We have a part to play in the unfolding of world history, and on Ash Wednesday we remember that the best and most honest place to start is with these words from the Book of Common Prayer, which challenge our hubris, inviting us instead to humility:

Most holy and merciful Father: We confess to you and to one another, and to the whole communion of saints in heaven and on earth, that we have sinned by our own fault in thought, word, and deed; by what we have done, and by what we have left undone. We have not loved you with our whole heart, and mind, and strength. We have not loved our neighbors as ourselves. We have not forgiven others, as we have been forgiven. We have been deaf to your call to serve, as Christ served us. We have not been true to the mind of Christ. We have grieved your Holy Spirit.9

And we therefore plead for mercy. It’s the only way we will be able to play our part in that unfolding history truthfully, for, as the saying goes, humilitas est veritas. Humility is the truth. Only a humble people can live truthfully. Only a penitent people can cease and desist with the babble and begin to speak prophetically to the world.

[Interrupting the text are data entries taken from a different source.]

import { useCallback, type KeyboardEvent } from 'react';
import type { Selection } from '../selection/useSelection';
import type { TableRow } from '../tableRow';

interface GridKeys {
  readonly shown: readonly TableRow[];
  readonly current: string | null;
  readonly perPage: number;
  readonly selection: Selection;
  readonly onMove: (place: number) => void;
  readonly onOpen: (row: TableRow) => void;
}

/** Arrows move, Shift with arrows selects, Space marks, Enter opens. */
export function useGridKeys({ shown, current, perPage, selection, onMove, onOpen }: GridKeys) {
  return useCallback(
    (event: KeyboardEvent): void => {
      // A button or box inside a row has its own keys.
      if (!(event.target instanceof HTMLElement) || event.target.getAttribute('role') !== 'row') return;
      const place = Math.max(
        0,
        shown.findIndex(({ candidate }) => candidate.id === current),
      );
      const row = shown[place];
      if (!row) return;
      const goals: Partial<Record<string, number>> = {
        ArrowDown: place + 1,
        ArrowUp: place - 1,
        PageDown: place + perPage,
        PageUp: place - perPage,
        Home: 0,
        End: shown.length - 1,
      };
      const goal = goals[event.key];
      if (goal !== undefined && !event.ctrlKey && !event.metaKey && !event.altKey) {
        event.preventDefault();
        const next = Math.max(0, Math.min(shown.length - 1, goal));
        if (event.shiftKey) {
          if (!selection.ids.has(row.candidate.id)) selection.toggle(row.candidate.id);
          selection.extendTo(shown[next]!.candidate.id);
        }
        onMove(next);
      } else if (event.key === ' ') {
        event.preventDefault();
        selection.toggle(row.candidate.id);
      } else if (event.key === 'Enter') {
        event.preventDefault();
        onOpen(row);
      } else if (event.key === 'Escape' && selection.ids.size > 0) {
        event.preventDefault();
        selection.clear();
      }
    },
    [shown, current, perPage, selection, onMove, onOpen],
  );
}
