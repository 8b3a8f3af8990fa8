import type { ParameterLibrary } from '../library';
import { transitionMetals } from '../library/elements';
import { didYouMean } from '../record/didYouMean';
import { readRoman } from './charge';
import type { Entity } from './coordinationEntity';
import { Unreadable } from './types';

/** Numerical prefixes of additive names (IUPAC Red Book 2005, table IV). */
const simple = ['', 'mono', 'di', 'tri', 'tetra', 'penta', 'hexa', 'hepta', 'octa'];
const composed = ['', '', 'bis', 'tris', 'tetrakis', 'pentakis', 'hexakis'];

/** Ligand names of the Red Book, and those of 1970 that are still met, beside the names of the library. */
const ligandNames: Readonly<Record<string, readonly string[]>> = {
  f: ['fluorido', 'fluoro'],
  cl: ['chlorido', 'chloro'],
  br: ['bromido', 'bromo'],
  i: ['iodido', 'iodo'],
  oh: ['hydroxido', 'hydroxo'],
  oxo: ['oxido', 'oxo'],
  h2o: ['aqua', 'aquo'],
  nh3: ['ammine'],
  cn: ['cyanido', 'cyano'],
  ncs_n: ['isothiocyanato', 'thiocyanato-N', 'thiocyanato-κN'],
  scn_s: ['thiocyanato', 'thiocyanato-S', 'thiocyanato-κS'],
  no2_n: ['nitro', 'nitrito-N', 'nitrito-κN'],
  ono_o: ['nitrito', 'nitrito-O', 'nitrito-κO'],
  ox: ['oxalato', 'ethanedioato'],
  acac: ['acetylacetonato', 'pentane-2,4-dionato'],
  gly: ['glycinato'],
  mal: ['malonato'],
  en: ['ethylenediamine', 'ethane-1,2-diamine'],
  bipy: ['bipyridine', "2,2'-bipyridine", '2,2′-bipyridine'],
};

/** Stems of metals in anions where they differ from the name of the element (IUPAC Red Book 2005, table X). */
const anionStems: Readonly<Record<string, string>> = {
  Fe: 'ferrate',
  Cu: 'cuprate',
  Ag: 'argentate',
  Au: 'aurate',
  Co: 'cobaltate',
  Ni: 'nickelate',
  Zn: 'zincate',
  Mn: 'manganate',
  Mo: 'molybdate',
  W: 'tungstate',
  Hg: 'mercurate',
};

const anionName = (symbol: string, name: string): string =>
  anionStems[symbol] ?? `${name.replace(/(ium|um|en)$/, '')}ate`;

/** A metal at the end of a name: `cobalt`, `cobaltate`. */
const metalNames = transitionMetals
  .flatMap(({ symbol, name }) => [
    { symbol, text: name },
    { symbol, text: anionName(symbol, name) },
  ])
  .sort((one, other) => other.text.length - one.text.length);

const named = /^(.+?)\s*\((0|-?[IVX]+)\)\s*(.*)$/;

/** Whether a text is a name rather than a formula: a word that ends in an oxidation number. */
export const looksLikeName = (text: string): boolean =>
  !text.includes('[') && /[a-z]{4}\s*\((0|-?[IVX]+)\)/.test(text);

/** Reads `tris(ethane-1,2-diamine)cobalt(III)`; what follows the number (`ion`, `chloride`) is given back. */
export function readName(
  text: string,
  library: ParameterLibrary,
): Entity & { readonly oxidationState: number; readonly rest: string } {
  const match = named.exec(text.trim());
  if (match === null)
    throw new Unreadable(0, 'A name ends in its metal and oxidation number, as in cobalt(III)');
  const [, words, roman, rest] = match;
  const lower = words!.toLowerCase();
  const metal = metalNames.find((each) => lower.endsWith(each.text));
  if (metal === undefined) {
    const tail = /[a-z]+$/.exec(lower)?.[0] ?? '';
    const choices = metalNames.map((each) => ({ answer: each.text, names: [] }));
    throw new Unreadable(
      words!.length - tail.length,
      `“${tail}” does not end in a transition metal`,
      didYouMean(tail, choices),
    );
  }
  const ligands = readLigands(words!.slice(0, words!.length - metal.text.length), library);
  return { metal: metal.symbol, ligands, oxidationState: readRoman(roman!)!, rest: rest! };
}

interface LigandName {
  readonly id: string;
  readonly text: string;
}

function namesOf(library: ParameterLibrary): LigandName[] {
  return [...library.ligands.values()]
    .flatMap(({ id, commonName, iupacName }) =>
      [...(ligandNames[id] ?? []), iupacName, commonName].map((text) => ({ id, text: text.toLowerCase() })),
    )
    .sort((one, other) => other.text.length - one.text.length);
}

function readLigands(words: string, library: ParameterLibrary): Record<string, number> {
  const names = namesOf(library);
  const lower = words.toLowerCase();
  const ligands: Record<string, number> = {};
  let place = 0;
  while (place < lower.length) {
    if (/[\s-]/.test(lower[place]!)) {
      place += 1;
      continue;
    }
    const found = inBrackets(lower, place, names) ?? withPrefix(lower, place, names);
    if (found === undefined) {
      // The prefix before it is right, most likely: what follows is not.
      const start =
        place + Math.max(...simple.map((each) => (lower.startsWith(each, place) ? each.length : 0)));
      const word = /^[a-z]+|^./.exec(lower.slice(start))?.[0] ?? '';
      throw new Unreadable(
        start,
        `“${word}” is no ligand that is known by name`,
        didYouMean(
          word,
          names.map(({ text }) => ({ answer: text, names: [] })),
        ),
      );
    }
    ligands[found.id] = (ligands[found.id] ?? 0) + found.times;
    place += found.length;
  }
  if (Object.keys(ligands).length === 0) throw new Unreadable(0, 'No ligand is named');
  return ligands;
}

interface Counted {
  readonly id: string;
  readonly times: number;
  readonly length: number;
}

/** `tris(ethane-1,2-diamine)`, `bis{...}` */
function inBrackets(text: string, from: number, names: readonly LigandName[]): Counted | undefined {
  const times = composed.findIndex(
    (prefix) => prefix !== '' && new RegExp(`^${prefix}[({[]`).test(text.slice(from)),
  );
  const open = from + (times < 0 ? 0 : composed[times]!.length);
  if (!/[({[]/.test(text[open] ?? '')) return undefined;
  let depth = 0;
  for (let place = open; place < text.length; place++) {
    if (/[({[]/.test(text[place]!)) depth += 1;
    if (/[)}\]]/.test(text[place]!)) depth -= 1;
    if (depth > 0) continue;
    const word = text.slice(open + 1, place);
    const found = names.find((name) => name.text === word);
    return found && { id: found.id, times: Math.max(1, times), length: place + 1 - from };
  }
  return undefined;
}

function withPrefix(text: string, from: number, names: readonly LigandName[]): Counted | undefined {
  for (let times = simple.length - 1; times >= 0; times--) {
    const prefix = simple[times]!;
    if (!text.startsWith(prefix, from)) continue;
    // `pentaammine` keeps its vowel, `tetraaqua` too; old texts drop it: `pentammine`.
    for (const start of [from + prefix.length, from + prefix.length - 1]) {
      if (start < from || (start === from + prefix.length - 1 && times === 0)) continue;
      const found = names.find((name) => text.startsWith(name.text, start));
      if (found !== undefined && (start === from + prefix.length || /^[ao]/.test(found.text))) {
        return { id: found.id, times: Math.max(1, times), length: start + found.text.length - from };
      }
    }
  }
  return undefined;
}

And speak prophetically we must. To the many abuses and injustices of our time, to the myriad ways in which God’s image is marred in humanity, to the outright lies and half-truths that masquerade as wisdom. The bright light of the gospel needs to shine out from the church to the world, but it will not do so unless the church can find a way to her knees, turning eyes and heart to heaven, abandoning finger-pointing, blame-mongering, and every strategy of self-justification, pleading for mercy, begging for help.

***

Many centuries ago, one of Israel’s harshest critics, the prophet Hosea, energetically called his people to precisely that place: “Come, let us return to the Lord. He has torn us to pieces but he will heal us; he has injured us but he will bind up our wounds” (Hosea 6:1 NIV). Israel, lost in waywardness, was reaping the devastating consequences of sin. But Hosea holds out hope. “Return to the Lord,” he says. There is healing. The wounds may yet be bound up. The future may break open before you once again.

Just stop pretending. God knows all and sees all. God is the one before whom “all hearts are open, all desires known, and from [whom] no secrets are hid.”10 There is nowhere to hide. And there is no need to hide. God is merciful. He can make it all right again.

That’s why we need Ash Wednesday. Hard as it may be, it’s a homecoming. A return to sense and sanity. An invitation to blessing.

So, come, let us return to the Lord.


  1. “Ash Wednesday,” in The Book of Common Prayer (New York, NY: Oxford, 1990), 264.
  2. “Ash Wednesday,” 265.
  3. See, for example, John O’Donohue, Anam Cara: A Book of Celtic Wisdom (New York, NY: Harper, 1997), where this is a prominent theme.
  4. The word compunctio in ancient literature tended to refer to the holy grief that either follows sin or precedes pondered sin. Even where the word is not used, the concept is prevalent. See, for example, The Sayings of the Desert Fathers, trans. Benedicta Ward (Kalamazoo, MI: Cistercian, 1975), where such grief and tears are a near constant state for many of the fathers.
  5. C. S. Lewis, Till We Have Faces: A Myth Retold (Orlando, FL: Harcourt, 1984), 292–3.
  6. Lewis, Till We Have Faces, 294.
  7. This thought came out in a few different places for Hauerwas. One notable instance was in a reflection he wrote for South Atlantic Quarterly. After decrying the culture of the denial of death that he saw in the so-called war on terrorism, he noted the alternative witness of the church, embodied particularly in the confession of sins, saying, “We believe by so living we offer our non-Christian brothers and sisters an alternative to all politics based on the denial of death. Christians are acutely aware that we seldom are faithful to the gifts God has given us, but we hope the confession of our sins is a sign of hope in a world without hope” (Hauerwas, “September 11, 2001: A Pacifist Response,” South Atlantic Quarterly 101, no. 2 [Spring 2002]: https://today.duke.edu/showcase/mmedia/features/911site/hauerwas.html).
  8. Heschel, The Prophets (New York, NY: Harper, 2001), 19.
  9. “Ash Wednesday,” 267.
  10. “The Holy Eucharist: Rite Two,” in The Book of Common Prayer, 355.